Cuando se terminó de quitar la última piedra del túnel superior, la luz penetró totalmente, iluminando la cruz; que debido a las paredes recubiertas de láminas de oro, multiplicaban los rayos de luz y daban un efecto luminoso muy especial, pues parecía que manaba luz de la cruz subterránea y de ella el Guerrero, ahora limpio y claro, sereno y reposado.

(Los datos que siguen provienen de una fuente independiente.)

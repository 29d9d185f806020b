"""Joining: several files as one, clashes of names and ids resolved by content, not by number."""

from collections.abc import Sequence
from dataclasses import replace

import numpy as np

from ..problems import Log
from .links import mapped, same_content
from .model import Array, OIFile, Target, Wavelength
from .schema import Table, attribute, columns
from .stars import Stars, places, plain


def join(files: Sequence[OIFile]) -> OIFile:
    """One `OIFile` with all tables of `files`.

    Targets of one name (but for case and blanks) become one, unless they stand at different
    places. Those, and spectral set-ups, arrays and correlations that share a name but differ, are
    told apart by a number after the name.
    """
    if len(files) == 1:
        return files[0]
    log = Log(", ".join(name for file in files for name in file.files))
    target, ids = _targets(files, log)
    wavelengths: dict[str, Wavelength] = {}
    arrays: dict[str, Array] = {}
    correlations: dict[str, Table] = {}
    data, polarisations, others, history, comments = [], [], [], [], []
    for number, file in enumerate(files):
        insnames = {w.insname: _place(w, "insname", wavelengths) for w in file.wavelengths}
        arrnames = {a.arrname: _place(a, "arrname", arrays) for a in file.arrays}
        corrnames = {
            c.corrname: _place(c, "corrname", correlations, share=False) for c in file.correlations
        }
        for table in file.data:
            data.append(
                replace(
                    table,
                    target_id=mapped(table.target_id, ids[number]),
                    insname=insnames[table.insname],
                    arrname=arrnames.get(table.arrname),
                    corrname=corrnames.get(table.corrname),
                )
            )
        for table in file.polarisations:
            names = [insnames.get(name, name) for name in table.insname.tolist()]
            polarisations.append(
                replace(
                    table,
                    target_id=mapped(table.target_id, ids[number]),
                    insname=np.array(names, dtype=str),
                    arrname=arrnames.get(table.arrname, table.arrname),
                )
            )
        others += file.others
        history += [line for line in file.history if line not in history]
        comments += [line for line in file.comments if line not in comments]
    return OIFile(
        target=target,
        wavelengths=list(wavelengths.values()),
        data=data,
        arrays=list(arrays.values()),
        correlations=list(correlations.values()),
        polarisations=polarisations,
        primary=_shared([file.primary for file in files]),
        history=history,
        comments=comments,
        others=others,
        version=max(file.version for file in files),
        files=tuple(name for file in files for name in file.files),
        problems=[problem for file in files for problem in file.problems],
        clashes=log.problems,
    )


def _targets(files: Sequence[OIFile], log: Log) -> tuple[Target, list[dict[int, int]]]:
    """One table of all targets, and for each file the new id of each of its ids."""
    stars = Stars()
    numbers: dict[str, int] = {}
    maps: list[dict[int, int]] = []
    parts: list[Target] = []
    for file in files:
        names, fresh, ids = [], [], []
        for wanted, place in zip(file.target.target.tolist(), places(file.target), strict=True):
            name, away = stars.name(wanted, place)
            names.append(name)
            fresh.append(plain(name) not in numbers)
            ids.append(numbers.setdefault(plain(name), len(numbers) + 1))
            if away:
                what = f"target {wanted!r} of {file.source} is {away:.3g} deg from that of others"
                log.suspicious(Target.extname, what, f"taken as another star, {name!r}")
        maps.append(dict(zip(file.target.target_id.tolist(), ids, strict=True)))
        table = replace(file.target, target=np.array(names, dtype=str))
        parts.append(table.select(np.array(fresh, dtype=bool)))
    joined: dict[str, np.ndarray | None] = {}
    for column in columns(Target):
        values = [part[column.name] for part in parts]
        known = [value for value in values if value is not None]
        if len(known) < len(values):  # CATEGORY, given by some files only
            values = [
                np.full(len(p), "") if v is None else v for p, v in zip(parts, values, strict=True)
            ]
        joined[attribute(column.name)] = np.concatenate(values) if known else None
    joined["target_id"] = np.arange(1, len(numbers) + 1)
    return Target(**joined, **_foreign([p for p in parts if len(p)] or parts[:1], log)), maps


def _foreign(parts: Sequence[Target], log: Log) -> dict[str, object]:
    """What the standard does not know of the tables: cards of the first, columns that all have."""
    forms = [{name: extra.cards for name, extra in part.extra.items()} for part in parts]
    names = dict.fromkeys(name for form in forms for name in form)
    # Columns of varying length point into their own table.
    simple = len(parts) == 1 or not any(part.heap for part in parts)
    kept = [n for n in names if simple and all(form.get(n) == forms[0].get(n) for form in forms)]
    lost = [name for name in names if name not in kept]
    if lost:
        what = f"the unknown columns {', '.join(lost)} are not the same in all files"
        log.note(Target.extname, what, "left out of what is joined")
    first = parts[0]
    extra = {
        name: replace(first.extra[name], raw=np.concatenate([p.extra[name].raw for p in parts]))
        for name in kept
    }
    return {"extra": extra, "heap": first.heap if simple else b"", "cards": first.cards}


def _place(table: Table, key: str, placed: dict[str, Table], *, share: bool = True) -> str:
    """Put `table` among those `placed`, under a free name unless an equal one is there already."""
    name = wanted = getattr(table, key)
    number = 1
    while name in placed:
        if share and same_content(placed[name], table):
            return name
        number += 1
        name = f"{wanted}_{number}"
    placed[name] = table if name == wanted else replace(table, **{key: name})
    return name


def _shared(headers: Sequence[dict[str, object]]) -> dict[str, object]:
    """The keywords on which all headers agree."""
    first, *rest = headers
    return {k: v for k, v in first.items() if all(other.get(k) == v for other in rest)}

Por la tarde habló Águila Nocturna con el Respetable Maestro de La Casa de la Medida y le confirmó su decisión.

Águila Nocturna había decidido quitarse la vida.

En lo más alto de un cerro, Águila Nocturna veía hundirse al Señor de los Dardos de Fuego, en las montañas distantes. A sus pies estaba ese hermoso Valle de Etla, con sus tierras labradas y en las casas de los campesinos, el fuego de los hogares, dejaba salir al cielo, tiras de humo azul por donde pasaban volando las garzas y los zanates, en busca de su nido para descansar.

El pueblo se preparaba para recibir la noche. Águila Nocturna se preparaba para recibir a la muerte. El guerrero había cortado las pocas ligas que tenía con este mundo. Su decisión nacía de lo más profundo de su ser.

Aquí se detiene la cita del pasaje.